**Instructions for the task**
Among the entries that follow, find the lines holding "double" and say how many there are, with no other words.

══════

static fixture *make_fixture(void)
{
    fixture *x = calloc(1, sizeof *x);
    assert_non_null(x);
    x->layers[0] = (st_run_layer){(char *)"osm", (char *)"buildings_osm.geojson",
                                  (char *)"GeoJSON", (char *)"EPSG:4326", 120, 100, 4, 15, 5};
    x->layers[1] = (st_run_layer){(char *)"cadastre", (char *)"cad.shp",
                                  (char *)"ESRI Shapefile", (char *)"EPSG:32709", 30, 30, 0, 0, 0};
    x->codes[0] = (st_run_code_count){"dup.exact", ST_SEV_WARNING, 15};
    x->codes[1] = (st_run_code_count){"geom.self-intersection", ST_SEV_ERROR, 5};
    x->codes[2] = (st_run_code_count){"attr.unmapped", ST_SEV_NOTE, 2};
    x->run.layers = x->layers;
    x->run.nlayers = 2;
    x->run.codes = x->codes;
    x->run.ncodes = 3;
    x->run.findings[ST_SEV_NOTE] = 2;
    x->run.findings[ST_SEV_WARNING] = 15;
    x->run.findings[ST_SEV_ERROR] = 5;
    x->run.gate_failed = 1;
    x->run.gate_reason = (char *)"share(error) > 0.02";

    for (int i = 0; i < 4; i++)
        cell(&x->geoms[i], i % 2, i / 2);
    static const char *const keys[ND] = {"QM01", "QM02", "Q<&>\"3", "QM04", "none"};
    static const int64_t expected[ND] = {60, 50, -1, 10, -1};
    static const uint64_t kept[ND] = {55, 20, 30, 20, 5};
    static const st_ref_state refs[ND] = {ST_REF_OK, ST_REF_UNDER, ST_REF_NONE, ST_REF_OVER,
                                          ST_REF_NONE};
    for (int d = 0; d < ND; d++) {
        st_audit_district *D = &x->districts[d];
        D->key = (char *)keys[d];
        D->region = d < 2 ? (char *)"QN" : d < 4 ? (char *)"QS" : NULL;
        D->geom = d < 4 ? &x->geoms[d] : NULL;
        D->buildings = kept[d];
        D->expected = expected[d];
        D->ratio = expected[d] > 0 ? (double)kept[d] / (double)expected[d] : NAN;
        D->ref = refs[d];
        D->footprint_m2 = 100.25 * (double)kept[d];
        D->floor_m2 = 200.5 * (double)kept[d];
        D->floor_known = kept[d];
        D->findings[ST_SEV_ERROR] = d == 1 ? 5 : 0;
        D->findings[ST_SEV_WARNING] = 3;
        D->fields = x->fields[d];
        for (int f = 0; f < NF; f++)   /* source, derived, default, drawn, unknown */
            set_prov(&x->fields[d][f], kept[d] / 2, 0, kept[d] / 4, 0,
                     kept[d] - kept[d] / 2 - kept[d] / 4);
    }
    x->districts[0].repaired = 4;
    x->districts[1].duplicate = 15;
    x->districts[1].rejected = 5;
    st_audit_district *T = &x->audit.total;
    T->key = (char *)"all";
    T->buildings = 130;
    T->expected = 120;
    T->ratio = 130.0 / 120;
    T->repaired = 4;
    T->duplicate = 15;
    T->rejected = 5;
    T->fields = x->fields[ND];
    for (int f = 0; f < NF; f++) {
        uint64_t s = 0, def = 0, unk = 0;
        for (int d = 0; d < ND; d++) {
            s += x->fields[d][f].by_prov[ST_PROV_SOURCE];
            def += x->fields[d][f].by_prov[ST_PROV_DEFAULT];
            unk += x->fields[d][f].by_prov[ST_PROV_UNKNOWN];
        }
        set_prov(&x->fields[ND][f], s, 0, def, 0, unk);
    }
    x->field_names[0] = (char *)"occupancy";
    x->field_names[1] = (char *)"material";
    x->field_names[2] = (char *)"storeys";
    x->audit.fields = x->field_names;
    x->audit.nfields = NF;
    x->audit.storeys_field = 2;
    x->audit.districts = x->districts;
    x->audit.ndistricts = ND;
    x->unmapped[0] = (st_audit_count){(char *)"occupancy", (char *)"casa <b>", 7};
    x->unmapped[1] = (st_audit_count){(char *)"material", (char *)"taipa", 3};
    x->audit.unmapped = x->unmapped;
    x->audit.nunmapped = 2;
    x->learned[0] = (st_audit_learned){(char *)"QM01", (char *)"material", 40,
                                       (char *)"URM 60%, RM 40%", 0, NULL};
    x->audit.learned = x->learned;
    x->audit.nlearned = 1;
    x->gates[0] = (st_audit_gate){(char *)"share(error) > 0.02", (char *)"demo.rules:40",
                                  0.038, 0.02, 0, 1, (char *)"share(error) = 0.038 > 0.02"};
    x->gates[1] = (st_audit_gate){(char *)"completeness(occupancy) < 50%",
                                  (char *)"demo.rules:41", 0.75, 0.5, 1, 1, NULL};
    x->gates[2] = (st_audit_gate){(char *)"observed(material) < 60%", (char *)"demo.rules:42",
                                  0.492, 0.6, 0, 0, NULL};
    x->audit.gates = x->gates;
    x->audit.ngates = 3;
    x->audit.gate_failed = 1;
    x->audit.under_ratio = 0.8;
    x->audit.over_ratio = 1.2;
    x->ref_unknown[0] = (char *)"QM99";
    x->audit.ref_unknown = x->ref_unknown;
    x->audit.nref_unknown = 1;

    x->dist.buildings = 130;
    x->dist.area[2] = 30;
    x->dist.area[5] = 100;
    x->dist.has_storeys = 1;
    x->dist.storeys_observed[1] = 60;
    x->dist.storeys_assumed[2] = 30;
    x->dist.storeys_unknown = 40;

    x->files[0] = (st_report_file){"input", "buildings_osm.geojson", "ab12", 1234};
    x->outputs[0] = "out/town.gpkg";
    x->outputs[1] = "out/report/report.json";
    x->outputs[2] = "out/report/report.html";
    x->in = (st_report_input){&x->run, &x->audit, &x->dist, x->files, 1,
                              "stocktake run -o out/town.gpkg --report out/report in.geojson",
                              "2024-05-01T10:00:00Z", "2024-05-01T10:00:09Z", 1, 73,
                              x->outputs, 3};
    return x;
}
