/*
** defaults/defaultsInt.h -- what defaults.c (choosing and applying) and
** dtable.c (reading CSV tables) share: one default entry, whatever wrote it.
*/
#ifndef STOCKTAKE_DEFAULTS_INT_H
#define STOCKTAKE_DEFAULTS_INT_H

#include "stocktake/defaults.h"
#include "stocktake/strtab.h"

typedef enum { SRC_INLINE, SRC_TABLE, SRC_LEARNED } dsrc;

typedef struct dchoice {
    const char *value;          /* borrowed from the rules or kept by the set */
    double share;               /* 0..1 */
} dchoice;

/* A table row's condition on another field: equal to 'text', or (number
** fields) within [lo, hi]. An unknown value never satisfies it. */
typedef struct dcond {
    uint32_t field;
    int is_range;
    const char *text;
    double lo, hi;
} dcond;

typedef struct dentry {
    dsrc src;
    st_scope scope;
    const char *pattern;        /* district/region glob, NULL everywhere */
    uint32_t field;
    const st_default_rule *inl; /* SRC_INLINE: its condition */
    dcond *conds;               /* SRC_TABLE: owned */
    uint32_t nconds;
    dchoice *choices;           /* owned array */
    uint32_t nchoices;
    uint32_t best;              /* the most likely choice */
    const char *rule;           /* "file:line" */
} dentry;

struct st_defaults {
    const st_rules *rules;
    uint32_t nfields;
    size_t nd;                  /* districts */
    char **dkeys;               /* owned copies */
    int32_t *dregion;           /* region id of each district, -1 */
    st_strtab *regions;         /* region keys */
    dentry *e;                  /* entries, inline then tables then learned */
    size_t ne, cape;
    char **owned;               /* strings the set keeps (table values, rules) */
    size_t nowned, capowned;
    size_t table_rows;
    st_defaults_learned *learned;
    size_t nlearned, caplearned;
    int32_t *learned_d;         /* [nd * nfields]: learned entry or -1 */
    int32_t *learned_r;         /* [nregions * nfields] */
    /* per district and per region, the entries whose pattern matches, in
    ** entry order (CSR: off[p] .. off[p + 1] into idx) */
    size_t *doff, *roff;
    uint32_t *didx, *ridx;
    uint32_t *every;            /* everywhere entries, in order */
    size_t nevery;
    uint32_t *order;            /* fields in fill order */
    int built;
    st_diags *diags;            /* for warnings while building */
};

/* Keep a copy of s (returns the copy, owned by d; NULL on no memory). */
const char *st_defaults_keep(st_defaults *d, const char *s);
/* Keep s itself (takes ownership; freed at once when it cannot be kept). */
const char *st_defaults_keep_owned(st_defaults *d, char *s);
/* A new zeroed entry at the end of d->e (pointers into d->e move). */
st_status st_defaults_new_entry(st_defaults *d, dentry **out) ST_MUST_CHECK;
/* Read one `table` file into entries. */
st_status st_defaults_read_table(st_defaults *d, const st_default_table *t,
                                 st_diags *diags) ST_MUST_CHECK;

#endif
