static void put_be64(unsigned char *p, uint64_t v)
{
    for (int i = 7; i >= 0; i--, v >>= 8)
        p[i] = (unsigned char)(v & 0xFF);
}

static void put_be_float(unsigned char *p, float f)
{
    uint32_t u;
    memcpy(&u, &f, sizeof u);
    for (int i = 3; i >= 0; i--, u >>= 8)
        p[i] = (unsigned char)(u & 0xFF);
}

/* <name>_rowid rows a statement inserts (one statement a row cost more
** than the row; the table is the same either way). */
#define ROWIDS_PER_INSERT 64

typedef struct loader {
    sqlite3 *db;
    sqlite3_stmt *node, *parent, *rowid, *rowids;   /* rowids: ROWIDS_PER_INSERT rows */
    char *err;
    size_t errlen;
} loader;

static st_status sql_fail(loader *L, const char *what)
{
    snprintf(L->err, L->errlen, "%s: %s", what, sqlite3_errmsg(L->db));
    return ST_ERR_IO;
}

static st_status step(loader *L, sqlite3_stmt *s, const char *what)
{
    int c = sqlite3_step(s);
    sqlite3_reset(s);
    return c == SQLITE_DONE ? ST_OK : sql_fail(L, what);
}

static st_status prepare(loader *L, const char *fmt, const char *name, sqlite3_stmt **s)
{
    char *sql = sqlite3_mprintf(fmt, name);
    if (!sql)
        return ST_ERR_NOMEM;
    int c = sqlite3_prepare_v2(L->db, sql, -1, s, NULL);
    sqlite3_free(sql);
    return c == SQLITE_OK ? ST_OK : sql_fail(L, "preparing the R-tree load");
}

/* Write node k of level 'lv' (children numbered from 'child_base'). */
static st_status write_node(loader *L, const level *lv, size_t k, size_t cap, int depth,
                            int64_t child_base, int64_t parent_no, unsigned char *blob,
                            size_t node_bytes)
{
    const item *c = lv->items + k * cap;
    size_t m = lv->n - k * cap < cap ? lv->n - k * cap : cap;
    int64_t no = lv->base + (int64_t)k;
    memset(blob, 0, node_bytes);
    blob[0] = (unsigned char)(depth >> 8);
    blob[1] = (unsigned char)(depth & 0xFF);
    blob[2] = (unsigned char)(m >> 8);
    blob[3] = (unsigned char)(m & 0xFF);
    for (size_t i = 0; i < m; i++) {
        unsigned char *p = blob + 4 + i * CELL_BYTES;
        put_be64(p, (uint64_t)(child_base >= 0 ? child_base + c[i].id : c[i].id));
        for (int j = 0; j < 4; j++)
            put_be_float(p + 8 + 4 * j, c[i].b[j]);
    }
    sqlite3_bind_int64(L->node, 1, no);
    sqlite3_bind_blob(L->node, 2, blob, (int)node_bytes, SQLITE_STATIC);
    st_status rc = step(L, L->node, "writing an R-tree node");
    if (rc == ST_OK && parent_no > 0) {
        sqlite3_bind_int64(L->parent, 1, no);
        sqlite3_bind_int64(L->parent, 2, parent_no);
        rc = step(L, L->parent, "writing an R-tree parent");
    }
    return rc;
}

typedef struct rowid_pair {
    int64_t rowid, node;
} rowid_pair;

static int by_rowid(const void *a, const void *b)
{
    const rowid_pair *p = a, *q = b;
    return (p->rowid > q->rowid) - (p->rowid < q->rowid);
}

/* The (rowid, leaf node) pairs of the leaves in rowid order. Rows are
** numbered densely (fids of one layer), so a table indexed by rowid sorts
** them in linear time; a sparse or odd range falls back to qsort. */
static rowid_pair *rowids_in_order(const level *leaves, size_t cap)
{
    size_t n = leaves->n;
    rowid_pair *v = st_malloc(n * sizeof *v);
    if (!v)
        return NULL;
    int64_t lo = INT64_MAX, hi = INT64_MIN;
    for (size_t i = 0; i < n; i++) {
        int64_t id = leaves->items[i].id;
        lo = id < lo ? id : lo;
        hi = id > hi ? id : hi;
    }
    uint64_t range = (uint64_t)hi - (uint64_t)lo + 1;
    int dense = range <= 2 * (uint64_t)n;
    int64_t *node = dense ? st_calloc((size_t)range, sizeof *node) : NULL;
    if (dense && !node) {
        st_free(v);
        return NULL;
    }
    for (size_t i = 0; dense && i < n; i++) {
        int64_t *at = &node[leaves->items[i].id - lo];
        dense = *at == 0;   /* node numbers start at 1; a repeated id: sort */
        *at = leaves->base + (int64_t)(i / cap);
    }
    if (dense) {
        size_t k = 0;
        for (uint64_t r = 0; r < range; r++)
            if (node[r])
                v[k++] = (rowid_pair){lo + (int64_t)r, node[r]};
    } else {
        for (size_t i = 0; i < n; i++)
            v[i] = (rowid_pair){leaves->items[i].id, leaves->base + (int64_t)(i / cap)};
        qsort(v, n, sizeof *v, by_rowid);
    }
    st_free(node);
    return v;
}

══════

**Result of the task**
5